Whenever a line in this data holds the word "named", report that line in full.
(The data)
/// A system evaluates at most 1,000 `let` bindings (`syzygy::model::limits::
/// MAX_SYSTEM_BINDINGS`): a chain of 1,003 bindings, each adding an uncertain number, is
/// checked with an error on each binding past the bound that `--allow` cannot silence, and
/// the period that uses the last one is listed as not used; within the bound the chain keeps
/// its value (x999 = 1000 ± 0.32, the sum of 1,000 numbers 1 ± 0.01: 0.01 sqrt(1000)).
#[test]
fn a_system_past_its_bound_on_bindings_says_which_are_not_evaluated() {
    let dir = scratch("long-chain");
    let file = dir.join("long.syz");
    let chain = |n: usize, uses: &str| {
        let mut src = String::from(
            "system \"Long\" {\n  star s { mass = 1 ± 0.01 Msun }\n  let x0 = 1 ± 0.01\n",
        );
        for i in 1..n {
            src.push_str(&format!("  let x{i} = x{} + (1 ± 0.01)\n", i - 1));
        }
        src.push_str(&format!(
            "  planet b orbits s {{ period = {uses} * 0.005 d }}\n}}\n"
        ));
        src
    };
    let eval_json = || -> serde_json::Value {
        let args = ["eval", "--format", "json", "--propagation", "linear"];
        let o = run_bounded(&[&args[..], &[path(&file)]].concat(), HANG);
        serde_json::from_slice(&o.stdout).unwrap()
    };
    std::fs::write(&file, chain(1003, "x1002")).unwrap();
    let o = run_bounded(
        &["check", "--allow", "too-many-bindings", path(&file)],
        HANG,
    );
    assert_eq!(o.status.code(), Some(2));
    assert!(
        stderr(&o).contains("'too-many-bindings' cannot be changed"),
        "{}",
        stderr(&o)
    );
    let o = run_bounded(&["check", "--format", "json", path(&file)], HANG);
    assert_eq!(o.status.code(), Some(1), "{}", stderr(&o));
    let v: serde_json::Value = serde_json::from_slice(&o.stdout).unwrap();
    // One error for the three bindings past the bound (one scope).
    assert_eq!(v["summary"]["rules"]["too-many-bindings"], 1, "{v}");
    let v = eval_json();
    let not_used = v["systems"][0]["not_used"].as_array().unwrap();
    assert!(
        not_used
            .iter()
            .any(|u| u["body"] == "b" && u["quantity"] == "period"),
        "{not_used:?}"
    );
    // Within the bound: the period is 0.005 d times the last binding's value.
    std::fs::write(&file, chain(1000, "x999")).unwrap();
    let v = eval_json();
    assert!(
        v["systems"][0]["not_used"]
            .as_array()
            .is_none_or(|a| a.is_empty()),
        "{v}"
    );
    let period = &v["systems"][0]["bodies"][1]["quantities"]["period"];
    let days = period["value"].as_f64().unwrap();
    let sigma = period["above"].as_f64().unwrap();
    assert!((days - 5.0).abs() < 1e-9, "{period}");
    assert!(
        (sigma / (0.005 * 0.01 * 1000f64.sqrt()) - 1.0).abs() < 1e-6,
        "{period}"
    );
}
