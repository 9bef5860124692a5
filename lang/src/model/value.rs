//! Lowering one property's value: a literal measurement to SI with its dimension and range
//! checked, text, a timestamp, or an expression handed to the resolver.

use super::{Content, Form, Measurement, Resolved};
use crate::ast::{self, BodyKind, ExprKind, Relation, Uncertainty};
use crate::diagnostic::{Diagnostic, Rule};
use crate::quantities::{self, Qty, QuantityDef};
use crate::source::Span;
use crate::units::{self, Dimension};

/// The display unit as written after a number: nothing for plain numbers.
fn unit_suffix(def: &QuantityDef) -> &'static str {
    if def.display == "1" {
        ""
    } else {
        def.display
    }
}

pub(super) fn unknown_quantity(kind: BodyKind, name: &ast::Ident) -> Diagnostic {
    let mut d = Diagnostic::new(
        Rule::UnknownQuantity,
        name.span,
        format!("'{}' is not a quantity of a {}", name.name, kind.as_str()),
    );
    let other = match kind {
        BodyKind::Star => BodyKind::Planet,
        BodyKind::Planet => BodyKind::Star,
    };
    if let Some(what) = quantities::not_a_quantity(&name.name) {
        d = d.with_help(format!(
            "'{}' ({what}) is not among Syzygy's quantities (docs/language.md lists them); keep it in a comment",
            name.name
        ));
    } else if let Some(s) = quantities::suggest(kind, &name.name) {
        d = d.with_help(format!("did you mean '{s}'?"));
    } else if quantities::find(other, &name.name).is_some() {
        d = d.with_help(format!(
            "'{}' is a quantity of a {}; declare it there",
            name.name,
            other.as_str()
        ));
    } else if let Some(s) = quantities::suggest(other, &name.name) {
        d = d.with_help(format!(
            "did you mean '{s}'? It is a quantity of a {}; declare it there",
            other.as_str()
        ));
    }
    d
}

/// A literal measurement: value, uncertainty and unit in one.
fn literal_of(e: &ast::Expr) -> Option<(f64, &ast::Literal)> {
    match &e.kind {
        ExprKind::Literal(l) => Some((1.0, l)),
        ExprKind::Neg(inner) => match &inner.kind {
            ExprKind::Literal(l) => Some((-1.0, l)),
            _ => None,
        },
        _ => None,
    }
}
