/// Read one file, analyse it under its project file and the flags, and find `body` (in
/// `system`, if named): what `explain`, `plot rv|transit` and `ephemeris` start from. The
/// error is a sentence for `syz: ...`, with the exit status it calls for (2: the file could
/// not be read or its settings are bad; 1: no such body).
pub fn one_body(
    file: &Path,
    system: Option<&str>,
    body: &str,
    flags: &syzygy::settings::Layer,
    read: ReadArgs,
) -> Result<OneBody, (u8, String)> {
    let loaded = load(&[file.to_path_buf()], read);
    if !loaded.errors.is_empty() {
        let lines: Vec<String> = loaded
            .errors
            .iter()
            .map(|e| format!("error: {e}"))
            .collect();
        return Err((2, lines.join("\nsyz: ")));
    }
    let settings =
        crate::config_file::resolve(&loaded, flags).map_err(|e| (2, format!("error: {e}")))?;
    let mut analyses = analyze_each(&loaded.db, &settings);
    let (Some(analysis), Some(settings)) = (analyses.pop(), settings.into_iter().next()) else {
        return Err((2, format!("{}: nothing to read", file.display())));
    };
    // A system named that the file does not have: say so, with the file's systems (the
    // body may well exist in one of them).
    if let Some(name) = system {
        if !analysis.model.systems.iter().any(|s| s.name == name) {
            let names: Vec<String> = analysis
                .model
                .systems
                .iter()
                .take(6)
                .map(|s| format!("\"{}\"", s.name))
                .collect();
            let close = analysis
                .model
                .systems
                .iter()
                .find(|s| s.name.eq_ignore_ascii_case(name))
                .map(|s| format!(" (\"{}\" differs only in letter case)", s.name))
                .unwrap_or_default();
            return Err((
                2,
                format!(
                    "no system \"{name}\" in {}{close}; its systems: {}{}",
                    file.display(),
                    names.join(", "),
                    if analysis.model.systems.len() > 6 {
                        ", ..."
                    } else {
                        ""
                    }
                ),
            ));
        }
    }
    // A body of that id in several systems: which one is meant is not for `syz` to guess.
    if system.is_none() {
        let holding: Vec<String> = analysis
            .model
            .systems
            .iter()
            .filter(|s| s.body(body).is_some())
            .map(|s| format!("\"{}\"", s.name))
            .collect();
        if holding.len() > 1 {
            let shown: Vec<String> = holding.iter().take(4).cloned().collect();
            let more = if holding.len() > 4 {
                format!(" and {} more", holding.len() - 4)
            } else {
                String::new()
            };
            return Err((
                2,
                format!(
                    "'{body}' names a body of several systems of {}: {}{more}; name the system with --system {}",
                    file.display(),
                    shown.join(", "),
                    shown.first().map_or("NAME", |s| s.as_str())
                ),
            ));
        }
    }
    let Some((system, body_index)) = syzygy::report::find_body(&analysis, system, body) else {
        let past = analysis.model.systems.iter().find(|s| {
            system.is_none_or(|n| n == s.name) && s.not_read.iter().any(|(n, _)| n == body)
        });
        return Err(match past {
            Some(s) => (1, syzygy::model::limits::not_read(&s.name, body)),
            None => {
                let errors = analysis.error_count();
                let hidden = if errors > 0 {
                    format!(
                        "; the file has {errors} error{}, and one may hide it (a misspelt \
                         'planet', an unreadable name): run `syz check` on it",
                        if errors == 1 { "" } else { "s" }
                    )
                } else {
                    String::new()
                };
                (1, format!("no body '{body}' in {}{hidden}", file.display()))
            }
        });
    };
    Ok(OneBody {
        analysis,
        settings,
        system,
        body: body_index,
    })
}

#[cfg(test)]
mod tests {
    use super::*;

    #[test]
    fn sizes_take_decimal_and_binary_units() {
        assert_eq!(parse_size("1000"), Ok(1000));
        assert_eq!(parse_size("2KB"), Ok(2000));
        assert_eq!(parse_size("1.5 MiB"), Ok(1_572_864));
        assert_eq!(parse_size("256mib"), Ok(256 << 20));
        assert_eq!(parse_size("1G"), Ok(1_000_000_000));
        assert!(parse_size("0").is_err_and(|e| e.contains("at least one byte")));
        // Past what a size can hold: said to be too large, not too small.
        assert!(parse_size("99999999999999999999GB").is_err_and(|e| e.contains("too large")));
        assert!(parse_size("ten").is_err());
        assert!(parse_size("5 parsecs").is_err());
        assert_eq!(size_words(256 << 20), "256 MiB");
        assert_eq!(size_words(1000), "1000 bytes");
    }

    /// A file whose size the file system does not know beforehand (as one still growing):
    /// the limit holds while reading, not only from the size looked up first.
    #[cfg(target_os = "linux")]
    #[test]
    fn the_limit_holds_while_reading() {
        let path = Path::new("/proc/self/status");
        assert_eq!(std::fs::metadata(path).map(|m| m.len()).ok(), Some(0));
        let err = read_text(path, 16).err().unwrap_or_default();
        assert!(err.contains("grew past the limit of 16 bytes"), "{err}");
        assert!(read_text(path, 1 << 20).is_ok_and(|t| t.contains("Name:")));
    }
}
(End The data)
### Answer below
/// `system`, if named): what `explain`, `plot rv|transit` and `ephemeris` start from. The
    // A system named that the file does not have: say so, with the file's systems (the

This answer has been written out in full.